The population of the Americas in 1500 may have been between 50 and 100 million.[26]

Encounters between European explorers and populations in the rest of the world often introduced local epidemics of extraordinary virulence. Archaeological evidence indicates that the death of around 90% of the Native American population of the New World was caused by Old World diseases such as smallpox, measles, and influenza.[27]

Over the centuries, the Europeans had developed high degrees of immunity to these diseases, while the indigenous peoples had no such immunity.[28]

  • After the effects of the plagues had subsided during the 17th century, shortly before the Industrial Revolution, the world population began to grow once again.

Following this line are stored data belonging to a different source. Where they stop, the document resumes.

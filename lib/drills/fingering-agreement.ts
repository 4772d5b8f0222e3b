/**
 * Agreement of the estimator with a score's printed fingerings: each printed mark is hidden, the
 * hand's fingering is estimated, and the estimate is compared with the printed finger.
 *
 * Protocols: "hidden" hides every printed mark of the score and estimates each hand once (the
 * estimator sees no printed finger at all — the strict figure); "leave-one-out" hides one marked
 * note at a time and keeps the others as fixed points (how the estimator is used on a fingered
 * score). A note counts as agreeing when the estimate equals its printed finger: the first mark, or
 * for a chord's stacked marks stored on one note, the mark that falls to that key
 * (`chordWrittenFingers`); `agreedAny` also accepts any other mark printed on the note (alternatives,
 * substitutions such as "3-1").
 */
import type { Hand, NoteEvent, Score } from "../score/types";
import { handsOf } from "./difficulty-bars";
import { estimateFingering } from "./fingering";
import { buildSlices } from "./fingering-slices";
import type { FingeringTuning } from "./fingering-tuning";
import type { FingeringModel } from "./fingering-rules";

export type AgreementProtocol = "hidden" | "leave-one-out";

/** One printed finger compared with the estimate. */
export interface AgreementCheck {
  /** Printed bar number. */
  readonly measure: string;
  readonly hand: Hand;
  /** Spelled note, e.g. "F#4". */
  readonly note: string;
  /** The printed finger of this key, then any other marks printed on the note. */
  readonly printed: readonly number[];
  readonly estimated: number | null;
  readonly agreed: boolean;
  readonly agreedAny: boolean;
}

export interface Agreement {
  readonly checks: readonly AgreementCheck[];
  readonly total: number;
  readonly agreed: number;
  readonly agreedAny: number;
}

export interface AgreementOptions {
  readonly protocol?: AgreementProtocol;
  readonly tuning?: FingeringTuning;
  readonly model?: FingeringModel;
}

const spelled = (e: NoteEvent): string => {
  const p = e.pitch!;
  return `${p.step}${p.alter > 0 ? "#".repeat(p.alter) : "b".repeat(-p.alter)}${p.octave}`;
};

const bare = (e: NoteEvent): NoteEvent => (e.fingering ? { ...e, fingering: undefined } : e);

/**
 * Compare the estimator with every printed fingering of a score's keyboard parts.
 *
 * @example
 * const a = fingeringAgreement(score, { protocol: "hidden" });
 * a.agreed / a.total // share of printed fingers the estimator reproduces
 */
export function fingeringAgreement(score: Score, options: AgreementOptions = {}): Agreement {
  const protocol = options.protocol ?? "hidden";
  const keyOf = (m: number) => score.measures[m]?.key;
  const estimate = (events: readonly NoteEvent[], hand: Hand) =>
    estimateFingering(events, hand, { costs: false, keyOf, ...(options.tuning ? { tuning: options.tuning } : {}), ...(options.model ? { model: options.model } : {}) }).fingers;
  const checks: AgreementCheck[] = [];
  for (const hands of handsOf(score).values()) {
    for (const hand of ["right", "left"] as const) {
      const events = hands[hand];
      const { written } = buildSlices(events, hand);
      // Which event carries the mark a key's printed finger comes from (itself, or a chord's stack holder).
      const holder = events.map((e, i) => (written[i] == null || !e.pitch ? -1 : e.fingering?.length ? i : -1));
      events.forEach((e, i) => {
        if (written[i] == null || holder[i]! >= 0) return;
        const k = events.findIndex((x, j) => x.onset.equals(e.onset) && x.fingering?.length && written[j] != null && j !== i);
        holder[i] = k;
      });
      const marked = events.map((_, i) => i).filter((i) => written[i] != null && holder[i]! >= 0);
      if (marked.length === 0) continue;
      let hiddenFingers: (number | null)[] | null = null;
      const looCache = new Map<number, (number | null)[]>();
      for (const i of marked) {
        let fingers: (number | null)[];
        if (protocol === "hidden") fingers = hiddenFingers ??= estimate(events.map(bare), hand);
        else {
          const h = holder[i]!;
          if (!looCache.has(h)) looCache.set(h, estimate(events.map((x, j) => (j === h ? bare(x) : x)), hand));
          fingers = looCache.get(h)!;
        }
        const e = events[i]!;
        const own = written[i]!;
        const others = (e.fingering?.length ?? 0) > 1 && holder[i] === i ? e.fingering!.map((m) => m.finger).filter((f) => f !== own) : [];
        const printed = [own, ...others];
        const estimated = fingers[i] ?? null;
        checks.push({
          measure: score.measures[e.measure]?.number ?? String(e.measure + 1),
          hand, note: spelled(e), printed, estimated,
          agreed: estimated === own,
          agreedAny: estimated !== null && printed.includes(estimated),
        });
      }
    }
  }
  return {
    checks,
    total: checks.length,
    agreed: checks.filter((c) => c.agreed).length,
    agreedAny: checks.filter((c) => c.agreedAny).length,
  };
}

In parts of Asia, like China, the population doubled from 60 to 150 million under the Ming dynasty[citation needed].
  • After the start of the Industrial Revolution, during the 18th century, the rate of population growth began to increase. By the end of the century, the world's population was estimated at just under 1 billion.[29]
  • At the turn of the 20th century, the world's population was roughly 1.6 billion.[29] By 1940, this figure had increased to 2.3 billion[citation needed].
  • Dramatic growth beginning in 1950 (above 1.8% per year) coincided with greatly increased food production as a result of the industrialisation of agriculture brought about by the Green Revolution.[30] The rate of growth peaked in 1964, at about 2.2% per year.
  • The world population was at some point in 2010 estimated to be 6,892,200,000, with unreported variability.[31]